Source data
□ □ □ □ □ □ □

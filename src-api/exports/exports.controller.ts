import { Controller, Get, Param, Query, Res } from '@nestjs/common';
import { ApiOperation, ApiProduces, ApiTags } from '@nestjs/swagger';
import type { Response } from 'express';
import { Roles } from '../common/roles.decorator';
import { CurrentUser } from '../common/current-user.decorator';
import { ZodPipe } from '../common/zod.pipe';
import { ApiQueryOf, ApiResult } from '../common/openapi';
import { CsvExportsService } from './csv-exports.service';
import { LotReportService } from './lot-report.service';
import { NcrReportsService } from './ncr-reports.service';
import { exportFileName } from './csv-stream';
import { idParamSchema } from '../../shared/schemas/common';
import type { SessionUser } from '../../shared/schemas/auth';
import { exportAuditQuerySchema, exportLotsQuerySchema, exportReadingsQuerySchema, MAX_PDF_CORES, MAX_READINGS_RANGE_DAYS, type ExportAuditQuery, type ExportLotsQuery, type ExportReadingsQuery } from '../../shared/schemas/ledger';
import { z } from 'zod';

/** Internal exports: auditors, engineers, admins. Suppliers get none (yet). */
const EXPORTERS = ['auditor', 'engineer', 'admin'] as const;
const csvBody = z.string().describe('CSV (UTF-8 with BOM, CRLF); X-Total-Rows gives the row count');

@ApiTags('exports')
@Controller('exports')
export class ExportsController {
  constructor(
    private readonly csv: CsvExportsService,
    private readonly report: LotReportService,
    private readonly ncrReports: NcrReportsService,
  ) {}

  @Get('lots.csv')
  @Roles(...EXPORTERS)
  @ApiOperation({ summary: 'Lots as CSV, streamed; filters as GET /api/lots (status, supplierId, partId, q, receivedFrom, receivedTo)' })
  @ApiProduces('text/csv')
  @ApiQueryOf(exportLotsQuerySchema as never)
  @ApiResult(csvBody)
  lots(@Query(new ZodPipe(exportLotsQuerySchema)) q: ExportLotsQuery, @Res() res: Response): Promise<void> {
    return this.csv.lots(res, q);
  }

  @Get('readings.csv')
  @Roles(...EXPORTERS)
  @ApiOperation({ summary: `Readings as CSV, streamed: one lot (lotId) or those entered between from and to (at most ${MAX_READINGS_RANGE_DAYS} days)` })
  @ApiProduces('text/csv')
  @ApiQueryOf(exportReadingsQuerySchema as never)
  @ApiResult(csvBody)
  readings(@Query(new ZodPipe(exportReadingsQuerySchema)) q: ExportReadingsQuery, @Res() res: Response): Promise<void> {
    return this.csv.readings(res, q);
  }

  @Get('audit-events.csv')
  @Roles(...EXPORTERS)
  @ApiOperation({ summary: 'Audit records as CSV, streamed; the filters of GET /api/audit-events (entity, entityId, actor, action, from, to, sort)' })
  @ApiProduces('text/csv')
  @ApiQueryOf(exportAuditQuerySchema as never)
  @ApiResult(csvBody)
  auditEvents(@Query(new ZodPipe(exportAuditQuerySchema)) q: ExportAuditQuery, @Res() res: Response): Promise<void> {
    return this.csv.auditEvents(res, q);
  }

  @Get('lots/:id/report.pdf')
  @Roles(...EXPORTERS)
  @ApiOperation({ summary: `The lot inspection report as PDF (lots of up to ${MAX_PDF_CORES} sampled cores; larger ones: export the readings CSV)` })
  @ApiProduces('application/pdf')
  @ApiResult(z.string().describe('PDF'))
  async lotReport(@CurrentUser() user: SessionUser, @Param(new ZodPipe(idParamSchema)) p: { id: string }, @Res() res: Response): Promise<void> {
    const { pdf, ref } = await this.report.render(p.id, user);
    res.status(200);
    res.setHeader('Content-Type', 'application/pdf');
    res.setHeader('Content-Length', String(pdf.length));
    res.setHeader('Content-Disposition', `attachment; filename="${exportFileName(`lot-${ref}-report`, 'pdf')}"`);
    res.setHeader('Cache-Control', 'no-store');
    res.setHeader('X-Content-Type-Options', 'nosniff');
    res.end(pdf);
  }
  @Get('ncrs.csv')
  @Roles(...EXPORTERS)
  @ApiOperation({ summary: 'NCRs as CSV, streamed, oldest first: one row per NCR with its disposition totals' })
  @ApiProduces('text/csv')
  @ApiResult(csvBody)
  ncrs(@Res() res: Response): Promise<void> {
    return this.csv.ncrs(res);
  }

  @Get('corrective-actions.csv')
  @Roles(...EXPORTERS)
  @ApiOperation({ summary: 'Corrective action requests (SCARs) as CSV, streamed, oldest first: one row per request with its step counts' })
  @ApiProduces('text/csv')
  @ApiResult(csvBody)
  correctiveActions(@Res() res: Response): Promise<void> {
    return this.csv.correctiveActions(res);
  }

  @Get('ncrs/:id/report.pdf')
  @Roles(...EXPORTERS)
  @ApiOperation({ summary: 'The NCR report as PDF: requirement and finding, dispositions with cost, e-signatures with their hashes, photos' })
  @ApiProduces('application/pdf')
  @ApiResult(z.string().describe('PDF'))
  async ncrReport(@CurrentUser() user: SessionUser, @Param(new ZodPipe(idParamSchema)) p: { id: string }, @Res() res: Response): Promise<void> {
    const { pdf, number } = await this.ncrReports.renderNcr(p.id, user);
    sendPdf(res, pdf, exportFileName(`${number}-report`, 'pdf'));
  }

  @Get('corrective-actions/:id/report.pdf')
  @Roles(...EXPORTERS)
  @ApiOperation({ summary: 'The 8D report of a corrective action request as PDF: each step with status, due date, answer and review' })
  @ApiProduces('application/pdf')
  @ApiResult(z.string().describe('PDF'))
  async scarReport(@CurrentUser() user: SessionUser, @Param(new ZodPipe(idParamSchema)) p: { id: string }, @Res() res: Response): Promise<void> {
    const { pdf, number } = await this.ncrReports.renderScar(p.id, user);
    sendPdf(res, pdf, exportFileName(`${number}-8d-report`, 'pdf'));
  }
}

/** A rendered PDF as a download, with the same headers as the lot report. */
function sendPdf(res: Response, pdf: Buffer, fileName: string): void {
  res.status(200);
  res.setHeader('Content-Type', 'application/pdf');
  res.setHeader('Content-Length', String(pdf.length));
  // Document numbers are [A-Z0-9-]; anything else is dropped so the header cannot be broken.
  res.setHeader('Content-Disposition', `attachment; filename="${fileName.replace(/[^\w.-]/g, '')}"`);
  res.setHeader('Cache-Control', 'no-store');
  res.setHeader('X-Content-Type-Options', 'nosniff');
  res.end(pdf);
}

□ □ □ □ □ □ □

Search the data and copy each line containing "shared".

import { idParamSchema } from '../../shared/schemas/common';
import type { SessionUser } from '../../shared/schemas/auth';
import { exportAuditQuerySchema, exportLotsQuerySchema, exportReadingsQuerySchema, MAX_PDF_CORES, MAX_READINGS_RANGE_DAYS, type ExportAuditQuery, type ExportLotsQuery, type ExportReadingsQuery } from '../../shared/schemas/ledger';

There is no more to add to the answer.